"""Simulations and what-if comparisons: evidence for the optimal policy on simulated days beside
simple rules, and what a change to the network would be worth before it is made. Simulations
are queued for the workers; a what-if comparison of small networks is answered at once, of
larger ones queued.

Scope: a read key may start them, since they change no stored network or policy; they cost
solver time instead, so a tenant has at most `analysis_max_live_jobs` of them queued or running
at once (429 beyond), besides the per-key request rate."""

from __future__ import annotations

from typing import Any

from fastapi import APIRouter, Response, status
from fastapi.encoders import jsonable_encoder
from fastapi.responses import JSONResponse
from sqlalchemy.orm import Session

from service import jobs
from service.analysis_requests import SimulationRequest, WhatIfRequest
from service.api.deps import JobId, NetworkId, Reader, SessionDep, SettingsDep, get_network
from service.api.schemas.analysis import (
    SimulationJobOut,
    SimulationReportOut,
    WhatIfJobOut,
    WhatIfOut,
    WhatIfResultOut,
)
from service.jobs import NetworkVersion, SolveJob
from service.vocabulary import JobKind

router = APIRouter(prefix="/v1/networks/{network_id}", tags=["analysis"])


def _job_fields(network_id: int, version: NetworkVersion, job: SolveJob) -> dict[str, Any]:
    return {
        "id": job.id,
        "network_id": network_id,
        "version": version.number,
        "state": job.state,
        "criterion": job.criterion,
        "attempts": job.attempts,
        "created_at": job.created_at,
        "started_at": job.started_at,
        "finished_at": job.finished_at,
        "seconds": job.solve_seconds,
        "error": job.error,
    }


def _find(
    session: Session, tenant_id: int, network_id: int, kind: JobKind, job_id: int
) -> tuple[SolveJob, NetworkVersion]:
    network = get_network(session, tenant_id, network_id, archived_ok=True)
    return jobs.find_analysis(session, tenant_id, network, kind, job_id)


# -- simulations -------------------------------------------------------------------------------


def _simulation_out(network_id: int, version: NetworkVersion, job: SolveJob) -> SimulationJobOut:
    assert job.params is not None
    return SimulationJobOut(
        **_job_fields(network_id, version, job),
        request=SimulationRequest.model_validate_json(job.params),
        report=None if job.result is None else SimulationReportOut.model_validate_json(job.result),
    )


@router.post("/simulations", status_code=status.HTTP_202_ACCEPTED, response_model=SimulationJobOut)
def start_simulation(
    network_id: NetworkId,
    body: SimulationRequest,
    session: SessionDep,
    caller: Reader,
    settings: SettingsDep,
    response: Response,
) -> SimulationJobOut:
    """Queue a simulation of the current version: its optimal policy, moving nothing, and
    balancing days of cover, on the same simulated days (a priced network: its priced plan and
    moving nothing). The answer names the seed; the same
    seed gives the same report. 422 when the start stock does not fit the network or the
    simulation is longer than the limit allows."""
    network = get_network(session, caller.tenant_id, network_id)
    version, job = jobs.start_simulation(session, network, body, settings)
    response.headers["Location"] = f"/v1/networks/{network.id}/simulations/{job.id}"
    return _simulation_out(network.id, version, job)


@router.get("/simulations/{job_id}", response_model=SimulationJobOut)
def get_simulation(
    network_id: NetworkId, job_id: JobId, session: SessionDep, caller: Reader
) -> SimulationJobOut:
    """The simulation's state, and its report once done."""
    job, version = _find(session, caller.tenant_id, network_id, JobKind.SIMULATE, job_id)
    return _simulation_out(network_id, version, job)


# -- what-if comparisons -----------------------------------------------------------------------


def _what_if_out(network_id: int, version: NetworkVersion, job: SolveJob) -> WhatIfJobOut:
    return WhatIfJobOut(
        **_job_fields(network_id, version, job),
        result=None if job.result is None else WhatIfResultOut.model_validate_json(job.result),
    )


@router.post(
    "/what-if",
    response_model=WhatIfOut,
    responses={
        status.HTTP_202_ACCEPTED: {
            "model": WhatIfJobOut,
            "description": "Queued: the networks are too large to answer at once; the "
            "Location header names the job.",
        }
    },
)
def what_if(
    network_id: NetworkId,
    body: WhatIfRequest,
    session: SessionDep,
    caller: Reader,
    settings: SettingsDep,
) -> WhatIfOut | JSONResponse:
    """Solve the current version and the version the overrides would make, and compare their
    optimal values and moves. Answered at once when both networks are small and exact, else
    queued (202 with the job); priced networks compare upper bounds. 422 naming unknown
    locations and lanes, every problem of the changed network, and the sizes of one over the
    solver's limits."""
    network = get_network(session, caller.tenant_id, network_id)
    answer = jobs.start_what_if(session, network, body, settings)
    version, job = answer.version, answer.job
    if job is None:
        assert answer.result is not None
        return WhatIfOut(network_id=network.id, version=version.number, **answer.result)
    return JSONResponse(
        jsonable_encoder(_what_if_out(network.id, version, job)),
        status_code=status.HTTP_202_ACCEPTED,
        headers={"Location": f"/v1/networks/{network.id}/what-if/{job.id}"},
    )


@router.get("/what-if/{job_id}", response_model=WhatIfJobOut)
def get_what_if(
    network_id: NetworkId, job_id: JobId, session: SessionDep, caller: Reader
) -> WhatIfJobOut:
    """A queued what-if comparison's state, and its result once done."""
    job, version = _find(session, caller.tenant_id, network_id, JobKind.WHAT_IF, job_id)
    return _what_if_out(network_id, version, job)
+ + +
**What you have to do**
Each of the records is to be written out again without alteration.

**Your response**
"""Simulations and what-if comparisons: evidence for the optimal policy on simulated days beside
simple rules, and what a change to the network would be worth before it is made. Simulations
are queued for the workers; a what-if comparison of small networks is answered at once, of
larger ones queued.

Scope: a read key may start them, since they change no stored network or policy; they cost
solver time instead, so a tenant has at most `analysis_max_live_jobs` of them queued or running
at once (429 beyond), besides the per-key request rate."""

from __future__ import annotations

from typing import Any

from fastapi import APIRouter, Response, status
from fastapi.encoders import jsonable_encoder
from fastapi.responses import JSONResponse
from sqlalchemy.orm import Session

from service import jobs
from service.analysis_requests import SimulationRequest, WhatIfRequest
from service.api.deps import JobId, NetworkId, Reader, SessionDep, SettingsDep, get_network
from service.api.schemas.analysis import (
    SimulationJobOut,
    SimulationReportOut,
    WhatIfJobOut,
    WhatIfOut,
    WhatIfResultOut,
)
from service.jobs import NetworkVersion, SolveJob
from service.vocabulary import JobKind

router = APIRouter(prefix="/v1/networks/{network_id}", tags=["analysis"])


def _job_fields(network_id: int, version: NetworkVersion, job: SolveJob) -> dict[str, Any]:
    return {
        "id": job.id,
        "network_id": network_id,
        "version": version.number,
        "state": job.state,
        "criterion": job.criterion,
        "attempts": job.attempts,
        "created_at": job.created_at,
        "started_at": job.started_at,
        "finished_at": job.finished_at,
        "seconds": job.solve_seconds,
        "error": job.error,
    }


def _find(
    session: Session, tenant_id: int, network_id: int, kind: JobKind, job_id: int
) -> tuple[SolveJob, NetworkVersion]:
    network = get_network(session, tenant_id, network_id, archived_ok=True)
    return jobs.find_analysis(session, tenant_id, network, kind, job_id)


# -- simulations -------------------------------------------------------------------------------


def _simulation_out(network_id: int, version: NetworkVersion, job: SolveJob) -> SimulationJobOut:
    assert job.params is not None
    return SimulationJobOut(
        **_job_fields(network_id, version, job),
        request=SimulationRequest.model_validate_json(job.params),
        report=None if job.result is None else SimulationReportOut.model_validate_json(job.result),
    )


@router.post("/simulations", status_code=status.HTTP_202_ACCEPTED, response_model=SimulationJobOut)
def start_simulation(
    network_id: NetworkId,
    body: SimulationRequest,
    session: SessionDep,
    caller: Reader,
    settings: SettingsDep,
    response: Response,
) -> SimulationJobOut:
    """Queue a simulation of the current version: its optimal policy, moving nothing, and
    balancing days of cover, on the same simulated days (a priced network: its priced plan and
    moving nothing). The answer names the seed; the same
    seed gives the same report. 422 when the start stock does not fit the network or the
    simulation is longer than the limit allows."""
    network = get_network(session, caller.tenant_id, network_id)
    version, job = jobs.start_simulation(session, network, body, settings)
    response.headers["Location"] = f"/v1/networks/{network.id}/simulations/{job.id}"
    return _simulation_out(network.id, version, job)


@router.get("/simulations/{job_id}", response_model=SimulationJobOut)
def get_simulation(
    network_id: NetworkId, job_id: JobId, session: SessionDep, caller: Reader
) -> SimulationJobOut:
    """The simulation's state, and its report once done."""
    job, version = _find(session, caller.tenant_id, network_id, JobKind.SIMULATE, job_id)
    return _simulation_out(network_id, version, job)


# -- what-if comparisons -----------------------------------------------------------------------


def _what_if_out(network_id: int, version: NetworkVersion, job: SolveJob) -> WhatIfJobOut:
    return WhatIfJobOut(
        **_job_fields(network_id, version, job),
        result=None if job.result is None else WhatIfResultOut.model_validate_json(job.result),
    )


@router.post(
    "/what-if",
    response_model=WhatIfOut,
    responses={
        status.HTTP_202_ACCEPTED: {
            "model": WhatIfJobOut,
            "description": "Queued: the networks are too large to answer at once; the "
            "Location header names the job.",
        }
    },
)
def what_if(
    network_id: NetworkId,
    body: WhatIfRequest,
    session: SessionDep,
    caller: Reader,
    settings: SettingsDep,
) -> WhatIfOut | JSONResponse:
    """Solve the current version and the version the overrides would make, and compare their
    optimal values and moves. Answered at once when both networks are small and exact, else
    queued (202 with the job); priced networks compare upper bounds. 422 naming unknown
    locations and lanes, every problem of the changed network, and the sizes of one over the
    solver's limits."""
    network = get_network(session, caller.tenant_id, network_id)
    answer = jobs.start_what_if(session, network, body, settings)
    version, job = answer.version, answer.job
    if job is None:
        assert answer.result is not None
        return WhatIfOut(network_id=network.id, version=version.number, **answer.result)
    return JSONResponse(
        jsonable_encoder(_what_if_out(network.id, version, job)),
        status_code=status.HTTP_202_ACCEPTED,
        headers={"Location": f"/v1/networks/{network.id}/what-if/{job.id}"},
    )


@router.get("/what-if/{job_id}", response_model=WhatIfJobOut)
def get_what_if(
    network_id: NetworkId, job_id: JobId, session: SessionDep, caller: Reader
) -> WhatIfJobOut:
    """A queued what-if comparison's state, and its result once done."""
    job, version = _find(session, caller.tenant_id, network_id, JobKind.WHAT_IF, job_id)
    return _what_if_out(network_id, version, job)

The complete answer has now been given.